Switch loss function causes "RuntimeError: Found dtype Double but expected Float"

legendu · October 7, 2021, 9:48pm

I tried to fine tune the ResNe18 model on GPU. The training code runs OK. However, I decided to further train the produced model using a different loss function (switched from L1 loss to L2 loss) but got the the error below.

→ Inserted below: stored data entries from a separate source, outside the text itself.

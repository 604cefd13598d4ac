package io.github.gammawright.verification;

import java.util.ArrayList;
import java.util.Comparator;
import java.util.List;
import java.util.Optional;

/** Gathers a report while the check goes on. */
final class ReportBuilder {

    private final String className;
    private final String definition;
    private final CheckSettings settings;
    private final List<QuantityReport> quantities = new ArrayList<>();
    private final List<String> defects = new ArrayList<>();
    private final List<String> notes = new ArrayList<>();
    private List<String> warnings = List.of();
    private Optional<MethodSize> largestMethod = Optional.empty();
    private Optional<String> notChecked = Optional.empty();
    private int points;
    private int edgePoints;

    ReportBuilder(String className, String definition, CheckSettings settings) {
        this.className = className;
        this.definition = definition;
        this.settings = settings;
    }

    void compiled(CompiledClasses classes) {
        warnings = classes.warnings();
        largestMethod = classes.methodSizes().stream().max(Comparator.comparingInt(MethodSize::bytecodes));
    }

    void points(List<SamplePoint> sample) {
        points = sample.size();
        edgePoints = (int) sample.stream().filter(SamplePoint::isAtEdge).count();
    }

    void quantity(QuantityReport report) {
        quantities.add(report);
    }

    void defect(String text) {
        defects.add(text);
    }

    void note(String text) {
        notes.add(text);
    }

    KernelReport notChecked(String reason) {
        notChecked = Optional.of(reason);
        return build();
    }

    KernelReport build() {
        return new KernelReport(
                className,
                definition,
                settings,
                points,
                edgePoints,
                quantities,
                defects,
                notes,
                notChecked,
                warnings,
                largestMethod);
    }
}
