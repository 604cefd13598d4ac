package io.github.gammawright.verification;

import java.util.List;
import java.util.Map;
import java.util.TreeMap;

/** A compiled class with those nested in it. */
public final class CompiledClasses {

    private final String mainName;
    private final Map<String, byte[]> classFiles;
    private final List<String> warnings;

    CompiledClasses(String mainName, Map<String, byte[]> classFiles, List<String> warnings) {
        this.mainName = mainName;
        this.classFiles = new TreeMap<>(classFiles);
        this.warnings = List.copyOf(warnings);
    }

    /** What the compiler warned of, each with its line. */
    public List<String> warnings() {
        return warnings;
    }

    /** The names of all classes, in order. */
    public List<String> names() {
        return List.copyOf(classFiles.keySet());
    }

    /** The class file of the class of that name. */
    public byte[] classFile(String name) {
        return classFiles.get(name).clone();
    }

    /** The sizes of all methods, in the order of the classes' names and of the methods in them. */
    public List<MethodSize> methodSizes() {
        return classFiles.values().stream()
                .flatMap(bytes -> MethodSize.all(bytes).stream())
                .toList();
    }

    /** Loads the main class in a class loader of its own, which sees nothing but the JDK. */
    public Class<?> load() {
        try {
            return new Loader(classFiles).loadClass(mainName);
        } catch (ClassNotFoundException e) {
            throw new IllegalStateException(mainName + " was compiled but is not there", e);
        }
    }

    private static final class Loader extends ClassLoader {

        private final Map<String, byte[]> classFiles;

        Loader(Map<String, byte[]> classFiles) {
            super(ClassLoader.getPlatformClassLoader());
            this.classFiles = classFiles;
        }

        @Override
        protected Class<?> findClass(String name) throws ClassNotFoundException {
            byte[] bytes = classFiles.get(name);
            if (bytes == null) {
                throw new ClassNotFoundException(name);
            }
            return defineClass(name, bytes, 0, bytes.length);
        }
    }
}
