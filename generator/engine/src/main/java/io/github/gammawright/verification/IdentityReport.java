package io.github.gammawright.verification;

import java.util.List;
import java.util.Optional;

/**
 * How an identity between the quantities of a metric holds for its classes.
 *
 * @param name of the identity
 * @param formula what must vanish, in the notation of the trade
 * @param points at how many points it was tried
 * @param compared how many components were compared
 * @param worst the greatest residual in units of what the errors of its terms allow
 * @param violations how many residuals are greater than that
 * @param worstViolation the worst of them
 */
public record IdentityReport(
        String name,
        String formula,
        int points,
        long compared,
        double worst,
        long violations,
        Optional<Residual> worstViolation) {

    /** Whether something was compared and no residual was too large. */
    public boolean passed() {
        return compared > 0 && violations == 0;
    }

    /**
     * What is left where nothing should be.
     *
     * @param indices of the component, counted from 0
     * @param value what is left
     * @param allowed what the errors of the terms allow
     */
    public record Residual(
            List<Integer> indices, List<Double> parameters, List<Double> point, double value, double allowed) {

        public Residual {
            indices = List.copyOf(indices);
            parameters = List.copyOf(parameters);
            point = List.copyOf(point);
        }
    }
}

No other code or data changed.

RuntimeError: Found dtype Double but expected Float

Any idea what might have caused the issue and how to fix it?

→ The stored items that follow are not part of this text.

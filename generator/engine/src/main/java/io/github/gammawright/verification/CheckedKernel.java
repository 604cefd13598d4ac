package io.github.gammawright.verification;

import io.github.gammawright.geometry.Layout;
import io.github.gammawright.geometry.Quantity;
import io.github.gammawright.verification.KernelInstance.Defect;
import io.github.gammawright.verification.SlotMap.Entry;
import io.github.gammawright.verification.reference.ReferenceEvaluator;
import io.github.gammawright.verification.reference.ReferenceQuantity;
import java.util.Arrays;
import java.util.List;

/** A class of one quantity whose components can be asked for, wherever its layout keeps them. */
final class CheckedKernel {

    private final Quantity quantity;
    private final ReferenceQuantity reference;
    private final KernelInstance instance;
    private final SlotMap map;
    private final int n;
    private final KernelUnderTest kernel;
    private final ReferenceEvaluator evaluator;

    CheckedKernel(KernelUnderTest kernel, KernelInstance instance, ReferenceEvaluator evaluator) throws Defect {
        this.kernel = kernel;
        this.instance = instance;
        this.evaluator = evaluator;
        this.quantity = kernel.quantities().get(0);
        this.reference = ReferenceQuantity.named(quantity.symbol()).orElseThrow();
        this.n = evaluator.definition().dimension();
        this.map = SlotMap.of(
                reference,
                n,
                kernel.layout(),
                instance.length(quantity),
                instance.index(quantity, reference.extents(n).size()),
                quantity.shape(n).first());
    }

    Quantity quantity() {
        return quantity;
    }

    ReferenceQuantity reference() {
        return reference;
    }

    /** Whether a class of that kind can be asked: its quantity alone, and all components of a curvature tensor. */
    static boolean fits(KernelUnderTest kernel) {
        if (kernel.quantities().size() != 1) {
            return false;
        }
        return kernel.layout() == Layout.FULL
                || ReferenceQuantity.named(kernel.quantities().get(0).symbol())
                        .filter(quantity -> !quantity.isCurvature())
                        .isPresent();
    }

    /** An object of the class for the given parameters. */
    Object construct(double[] parameters) throws Defect {
        return instance.construct(
                parameters,
                !evaluator.definition().functions().isEmpty(),
                wanted -> CallerFunctionProxy.of(wanted, evaluator, parameters, kernel.functions()));
    }

    boolean inDomain(Object object, double[] point) throws Defect {
        return instance.inDomain(object, point);
    }

    /** All components, row-major. */
    double[] components(Object object, double[] point, double[]... inputs) throws Defect {
        double[][] arrays = new double[2 + inputs.length][];
        arrays[0] = point.clone();
        for (int i = 0; i < inputs.length; i++) {
            arrays[1 + i] = inputs[i].clone();
        }
        double[] result = new double[map.length()];
        Arrays.fill(result, Double.NaN);
        arrays[1 + inputs.length] = result;
        instance.evaluate(object, arrays);
        List<Integer> extents = reference.extents(n);
        double[] components = new double[extents.stream().reduce(1, Math::multiplyExact)];
        for (Entry entry : map.entries()) {
            double value = entry.slot() < 0 ? 0 : result[entry.slot()];
            components[entry.component()] = value;
            if (kernel.layout() != Layout.FULL && reference.isSymmetricInLastPair()) {
                components[mirrored(entry.component(), extents.get(extents.size() - 1))] = value;
            }
        }
        return components;
    }

    /** The component with its last two indices exchanged. */
    private static int mirrored(int component, int last) {
        int pair = component % (last * last);
        return component - pair + (pair % last) * last + pair / last;
    }
}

Below is the information of my environment.

OS:                     Ubuntu 20.04 in Docker
python                 3.8.10
torch                   1.9.1+cu111
torchaudio              0.9.1
torchvision             0.10.1+cu111

legendu · October 7, 2021, 10:01pm

It doesn’t work even if call loss = loss.to(torch.float32) to convert loss to torch.float32 before backward propagation.

isalirezag · October 7, 2021, 11:11pm

you shouldnt do it that way, you need to change the target/label to float, here is an example:

loss = nn.MSELoss()
input = torch.randn(3, 5, requires_grad=True)
target = torch.randn(3, 5)
output = loss(input, target.float())  # the floating can happen here 
output.backward()

legendu · October 7, 2021, 11:20pm

What I’m confused is why does l1_loss work while mse_loss doesn’t work?

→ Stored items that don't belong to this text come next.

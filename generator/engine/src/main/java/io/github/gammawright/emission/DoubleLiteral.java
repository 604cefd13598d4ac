package io.github.gammawright.emission;

import java.math.BigDecimal;
import java.math.BigInteger;
import java.math.MathContext;
import org.hipparchus.fraction.BigFraction;

/** Rounds exact numbers to doubles and writes doubles as Java literals. */
final class DoubleLiteral {

    /** More than the digits of any point half-way between two doubles. */
    private static final MathContext ENOUGH = new MathContext(1200);

    private DoubleLiteral() {}

    /** The double nearest to a rational number, ties to even. */
    static double nearest(BigFraction value) {
        BigInteger numerator = value.getNumerator();
        BigInteger denominator = value.getDenominator();
        if (numerator.bitLength() <= 53 && denominator.bitLength() <= 53) {
            // both exact, so that the one rounding is the division's
            return numerator.doubleValue() / denominator.doubleValue();
        }
        return new BigDecimal(numerator)
                .divide(new BigDecimal(denominator), ENOUGH)
                .doubleValue();
    }

    /**
     * The shortest literal that denotes the value. {@code Double.toString} is not used, since what it gives differs
     * between versions of Java.
     */
    static String of(double value) {
        if (Double.isNaN(value)) {
            return "Double.NaN";
        }
        if (Double.isInfinite(value)) {
            return value > 0 ? "Double.POSITIVE_INFINITY" : "Double.NEGATIVE_INFINITY";
        }
        if (value == 0) {
            return 1 / value < 0 ? "-0.0" : "0.0";
        }
        BigDecimal exact = new BigDecimal(value);
        for (int digits = 1; ; digits++) {
            BigDecimal rounded = exact.round(new MathContext(digits));
            if (rounded.doubleValue() == value) {
                return text(rounded.stripTrailingZeros());
            }
        }
    }

    private static String text(BigDecimal value) {
        int exponent = value.precision() - value.scale() - 1;
        if (exponent >= -3 && exponent < 10) {
            return value.scale() <= 0 ? value.toBigIntegerExact() + ".0" : value.toPlainString();
        }
        String digits = value.unscaledValue().abs().toString();
        String fraction = digits.length() > 1 ? digits.substring(1) : "0";
        return (value.signum() < 0 ? "-" : "") + digits.charAt(0) + "." + fraction + "e" + exponent;
    }
}
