package io.github.gammawright.verification;

import io.github.gammawright.definition.MetricDefinition.Range;
import io.github.gammawright.geometry.Quantity;
import io.github.gammawright.verification.IdentityReport.Residual;
import io.github.gammawright.verification.KernelInstance.Defect;
import io.github.gammawright.verification.reference.ReferenceEvaluator;
import java.util.ArrayList;
import java.util.Arrays;
import java.util.List;
import java.util.Map;
import java.util.Optional;
import java.util.Random;

/**
 * Follows short geodesics by the classes of the acceleration and of the metric and watches what must not change along
 * them: g_ij u^i u^j, and u_k for every coordinate of which the metric is free. Each is followed in 16 and in 32 steps of
 * the classical Runge–Kutta method; an error of the method shrinks from one to the other, a wrong class's does not.
 */
final class FlowCheck {

    private static final int STEPS = 16;
    private static final int TRIES = 4;

    /** What rounding may change, in parts of the terms' size. */
    private static final double ROUNDING = 1e-9;

    private final CheckedKernel metric;
    private final CheckedKernel acceleration;
    private final SampleBox box;
    private final List<Integer> cyclic;
    private final List<String> coordinates;
    private final int n;

    private FlowCheck(
            CheckedKernel metric, CheckedKernel acceleration, ReferenceEvaluator evaluator, List<Integer> cyclic) {
        this.metric = metric;
        this.acceleration = acceleration;
        this.box = new SampleBox(evaluator);
        this.cyclic = cyclic;
        this.coordinates = evaluator.definition().coordinates();
        this.n = coordinates.size();
    }

    /** A check by the classes of the metric and of the acceleration; empty if one of them is missing. */
    static Optional<FlowCheck> of(
            Map<Quantity, CheckedKernel> kernels, ReferenceEvaluator evaluator, List<Integer> cyclic) {
        CheckedKernel metric = kernels.get(Quantity.METRIC);
        CheckedKernel acceleration = kernels.get(Quantity.GEODESIC_ACCELERATION);
        return metric == null || acceleration == null
                ? Optional.empty()
                : Optional.of(new FlowCheck(metric, acceleration, evaluator, cyclic));
    }

    /** The reports: on the square of the velocity, then on each conserved component of the momentum. */
    List<IdentityReport> reports(List<SamplePoint> points) {
        List<Tally> tallies = new ArrayList<>();
        tallies.add(new Tally("conservation of g(u,u)", "g_ij u^i u^j along a geodesic, end − start"));
        for (int k : cyclic) {
            String name = coordinates.get(k);
            tallies.add(new Tally("conservation of u_" + name, "g_kj u^j along a geodesic, end − start, k = " + name));
        }
        for (int p = 0; p < points.size(); p++) {
            if (!points.get(p).isAtEdge()) {
                follow(points.get(p), new Random(7L * p + 1).doubles(n, -1, 1).toArray(), tallies);
            }
        }
        return tallies.stream().map(Tally::report).toList();
    }

    private void follow(SamplePoint point, double[] velocity, List<Tally> tallies) {
        try {
            Object metricObject = metric.construct(point.parameters());
            Object accelerationObject = acceleration.construct(point.parameters());
            double[] start = concat(point.coordinates(), velocity);
            double length = firstLength(start, accelerationObject);
            for (int attempt = 0; attempt < TRIES; attempt++, length /= 4) {
                double[] coarse = integrate(accelerationObject, start, length, STEPS);
                double[] fine = integrate(accelerationObject, start, length, 2 * STEPS);
                if (coarse == null || fine == null) {
                    continue;
                }
                double[][] before = conserved(metricObject, start);
                double[][] middle = conserved(metricObject, coarse);
                double[][] after = conserved(metricObject, fine);
                boolean lastTry = attempt == TRIES - 1;
                if (lastTry || isSettled(before, middle, after)) {
                    for (int c = 0; c < tallies.size(); c++) {
                        tallies.get(c).add(point, before, middle, after, c);
                    }
                    return;
                }
            }
        } catch (Defect defect) {
            // The report of the class itself has it.
            return;
        }
    }

    private static boolean isSettled(double[][] before, double[][] middle, double[][] after) {
        for (int c = 0; c < before[0].length; c++) {
            if (!(Math.abs(after[0][c] - before[0][c]) <= allowed(before, middle, after, c))) {
                return false;
            }
        }
        return true;
    }

    /** What a conserved quantity may change by: rounding, or what a quarter of the coarser change leaves to the method. */
    private static double allowed(double[][] before, double[][] middle, double[][] after, int c) {
        double scale = Math.max(before[1][c], after[1][c]);
        return Math.max(ROUNDING * scale, Math.abs(middle[0][c] - before[0][c]) / 4);
    }

    /** A length along which neither the coordinates nor the velocity change by much. */
    private double firstLength(double[] start, Object object) throws Defect {
        double length = Double.POSITIVE_INFINITY;
        double[] slope = slope(object, start);
        double fastest = 0;
        double strongest = 0;
        for (int i = 0; i < n; i++) {
            Range range = box.coordinate(i);
            double width = Math.max(range.to() - range.from(), 1e-3 * Math.abs(start[i]));
            length = Math.min(length, 0.02 * width / Math.abs(start[n + i]));
            fastest = Math.max(fastest, Math.abs(start[n + i]));
            strongest = Math.max(strongest, Math.abs(slope[n + i]));
        }
        return strongest > 0 ? Math.min(length, 0.05 * fastest / strongest) : length;
    }

    /** The conserved quantities in the first row, the sizes of their terms in the second. */
    private double[][] conserved(Object object, double[] state) throws Defect {
        double[] g = metric.components(object, Arrays.copyOf(state, n));
        double[][] conserved = new double[2][1 + cyclic.size()];
        for (int i = 0; i < n; i++) {
            for (int j = 0; j < n; j++) {
                double term = g[i * n + j] * state[n + i] * state[n + j];
                conserved[0][0] += term;
                conserved[1][0] += Math.abs(term);
            }
        }
        for (int c = 0; c < cyclic.size(); c++) {
            for (int j = 0; j < n; j++) {
                double term = g[cyclic.get(c) * n + j] * state[n + j];
                conserved[0][1 + c] += term;
                conserved[1][1 + c] += Math.abs(term);
            }
        }
        return conserved;
    }

    /** The state after a length; null if it leaves the domain on the way. */
    private double[] integrate(Object object, double[] start, double length, int steps) throws Defect {
        double[] y = start;
        double h = length / steps;
        for (int step = 0; step < steps; step++) {
            double[] k1 = slope(object, y);
            double[] k2 = slope(object, plus(y, h / 2, k1));
            double[] k3 = slope(object, plus(y, h / 2, k2));
            double[] k4 = slope(object, plus(y, h, k3));
            y = plus(plus(plus(plus(y, h / 6, k1), h / 3, k2), h / 3, k3), h / 6, k4);
            if (!acceleration.inDomain(object, Arrays.copyOf(y, n))
                    || !Arrays.stream(y).allMatch(Double::isFinite)) {
                return null;
            }
        }
        return y;
    }

    private double[] slope(Object object, double[] y) throws Defect {
        double[] velocity = Arrays.copyOfRange(y, n, 2 * n);
        return concat(velocity, acceleration.components(object, Arrays.copyOf(y, n), velocity));
    }

    private static double[] plus(double[] y, double h, double[] k) {
        double[] sum = y.clone();
        for (int i = 0; i < sum.length; i++) {
            sum[i] += h * k[i];
        }
        return sum;
    }

    private static double[] concat(double[] a, double[] b) {
        double[] both = Arrays.copyOf(a, a.length + b.length);
        System.arraycopy(b, 0, both, a.length, b.length);
        return both;
    }

    private static final class Tally {

        private final String name;
        private final String formula;
        private int points;
        private long violations;
        private double worst;
        private Residual worstViolation;

        Tally(String name, String formula) {
            this.name = name;
            this.formula = formula;
        }

        void add(SamplePoint point, double[][] before, double[][] middle, double[][] after, int c) {
            double change = after[0][c] - before[0][c];
            double allowed = allowed(before, middle, after, c);
            double excess = change == 0 ? 0 : Math.abs(change) / Math.max(allowed, Double.MIN_NORMAL);
            boolean violation = !(excess <= 1);
            points++;
            violations += violation ? 1 : 0;
            if (violation && (worstViolation == null || excess > worst)) {
                worstViolation =
                        new Residual(List.of(), point.parameterList(), point.coordinateList(), change, allowed);
            }
            worst = Math.max(worst, excess);
        }

        IdentityReport report() {
            return new IdentityReport(
                    name, formula, points, points, worst, violations, Optional.ofNullable(worstViolation));
        }
    }
}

isalirezag · October 7, 2021, 11:37pm

Im not sure, one reason can be probably because the backprop in the mse cannot handle double format since it is squared L2 norm, but for l1 it is not an issue.

ptrblck · October 8, 2021, 5:48am

It should not raise an issue in the backward, if the forward was successfully executed.
As mentioned in the other thread: could you post an executable code snippet which we could use to reproduce and debug this issue, please?

Joey_Huang · April 24, 2025, 8:46am

I meet the same issue when I relace nn.L1Loss with nn.MESLoss in AMP training environment.